Siento mucho orgullo, de tener un hijo como él. Y, sólo espero que sea feliz, en un mundo absolutamente egoísta y lleno de competencias avasallantes y cargado de metas infinitas, locas, solo vale ganar por encima de los demás, no importa como. Se nos olvidó hacer la pausa, sonreír y sobre todo no somos conscientes que la vida solo es una. Buena mar hijo…eres capaz de lograr lo que deseas, de eso estoy seguro y no olvide su madre siempre está a tu lado, siempre.
lunes, 9 de septiembre de 2024
UNA NOCHE SIN LUNA DAI SIJE
Por sugerencia de Fredy Ochoa de la biblioteca EPM de Medellín y a través de una exposición de los mejores libros de literatura oriental, exactamente del pacifico asiático, China, Japón y Corea del sur, empecé a leer esta novela.
fuera de los textos más emblemáticos de la filosofía China, de Confucio, lao set y Mencio, mucha poesía ancestral de este país, siempre traída a colación por los amigos, y Mo Yan, nobel de literatura, es muy poco lo que conozco de literatura de esta parte del planeta. De igual manera he auscultado últimamente la lectura de literatura japonesa, Marukami, Banana Yoshimoto, Natsumen Soseki, Kawabata, Koshun Takami, Hiromi Kawakami y por supuesto, la más importante de esta literatura: "Historia de Genji" de Murasaki Schibu. Hablaré de la novela de Sijie de excelente factura, escrita con una prosa alucinante, que nunca cansa al lector, lo que dice mucho de un texto.
"Una noche sin luna" de Dai Sijie, escritor chino, cineasta, quien actualmente vive en Francia y escribe en este idioma, se le conoce sobre todo por su novela "Balzac y la joven costurera china". La mezcla de literatura y cine, en el marco textual, cuando se hace cine y se escribe literatura, el precipitado resulta siempre en una literatura muy exquisita, como si fuera escrita desde la poderosa esclerótica de una camara y las puestas en escena que cautivan al ojo humano se traducen en una narrativa excepcional y cautivante. La prosa de este autor es directa, sin barroquismos y arabescos, aun así, la trama que parte de una estudiante francesa que trabaja de interprete para los productores de la película "El último emperador" de Bertolucci. Un texto sagrado budista escrito en una lengua desaparecida sobre un rollo de seda, el cual sólo se conserva la mitad, en el museo de la ciudad prohibida en Pekin. La búsqueda de la mitad por parte de la joven traductora en compañía de un hijo carismático de la conservadora del museo, que les obliga a aprender el Tumchug, la lengua muerta, imprescindible para descifrar el enigma, cambiará drásticamente sus vidas.

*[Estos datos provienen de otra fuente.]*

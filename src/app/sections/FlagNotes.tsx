import { formatPosition, withUnit } from "../../figures/formatNumber.ts";
import { CaseMark } from "./CaseMark.tsx";
import type { FlagGroup } from "./flagGroups.ts";
import { Pennant } from "./Pennant.tsx";
import { RichText } from "./RichText.tsx";

/** So many doubts are read beside the sentence; the others wait in a fold. */
const shownAtOnce = 4;

/** The doubts: a pennant, the place, the fact and its consequence. */
export function FlagNotes({ groups, unit }: { groups: readonly FlagGroup[]; unit: string }) {
  const [first, others] = [groups.slice(0, shownAtOnce), groups.slice(shownAtOnce)];
  return (
    <>
      {first.map((group) => (
        <FlagNote group={group} unit={unit} key={group.key} />
      ))}
      {others.length > 0 && (
        <details className="more-flags">
          <summary className="action">{others.length} more</summary>
          {others.map((group) => (
            <FlagNote group={group} unit={unit} key={group.key} />
          ))}
        </details>
      )}
    </>
  );
}

function FlagNote({ group, unit }: { group: FlagGroup; unit: string }) {
  const { mark, name, xs, text, alike } = group;
  return (
    <p className="flag-note">
      <Pennant />
      <span>
        <CaseMark mark={mark} /> {name}
        {xs.length > 0 && (
          <>
            , <i className="sym">x</i> = {withUnit(placesText(xs), unit)}
          </>
        )}
        {xs.length > 3 && ` (${xs.length} stations)`}: <RichText text={text} />
        {!alike && ` So at ${withUnit(formatPosition(xs[0]), unit)}; each station has its own figure.`}
      </span>
    </p>
  );
}

function placesText(xs: readonly number[]): string {
  const texts = xs.map((x) => formatPosition(x));
  return texts.length <= 3 ? texts.join(", ") : `${texts[0]} to ${texts[texts.length - 1]}`;
}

La novela también deja ver la cotidianidad de la vida en China en varias épocas y sobre todo en la revolución cultural, aspectos curiosos de los dos últimos emperadores: Guanxsu y Puyi, nombrados de manera sucesiva por su tía, la emperatriz Cixi, con treinta años de intervalo, quienes padecieron el mismo mal ambos: impotencia, lo que puso punto final a su dinastía. Realmente son muchos los datos históricos. La cadencia de la prosa del autor cautiva al lector, lo mantiene atento al texto. Recuerdo todos los esfuerzos de Octavio Paz por traernos a través de traducciones la poesía China. En algún escrito refiriéndose a este esfuerzo escribió, en relación con el poeta Tu Fu: "Su principal interés es mostrar cómo la oposición entre historia y naturaleza, luego de plantearse como en el mundo occidental, se invierte, se disuelve, para finalmente dar “distintos acordes del mismo ritmo cósmico”, pero sin que predomine una sobre la otra. La dualidad se expresa formalmente en los dísticos, según las reglas poéticas del género, lo que permite a Tu Fu, al final del poema, introducir otra oposición entre vida pública y vida privada, entre historia e intimidad, lo que, según Paz, se resuelve con una pincelada de humor en una sonrisa que hubiera aprobado Montaigne: “la calvicie incipiente del poeta —emblema del tiempo— cierra la serie de oposiciones con un acorde que las engloba a todas”. Las visiones del mundo occidental difieren sustancialmente de las de oriente, en este caso china, por ínfimas razones, esto es lo que hace leer a autores de esta parte absolutamente encantador.
Aconsejo leer esta novela que ya se encuentra traducida y está publicada por editorial "Salamandra.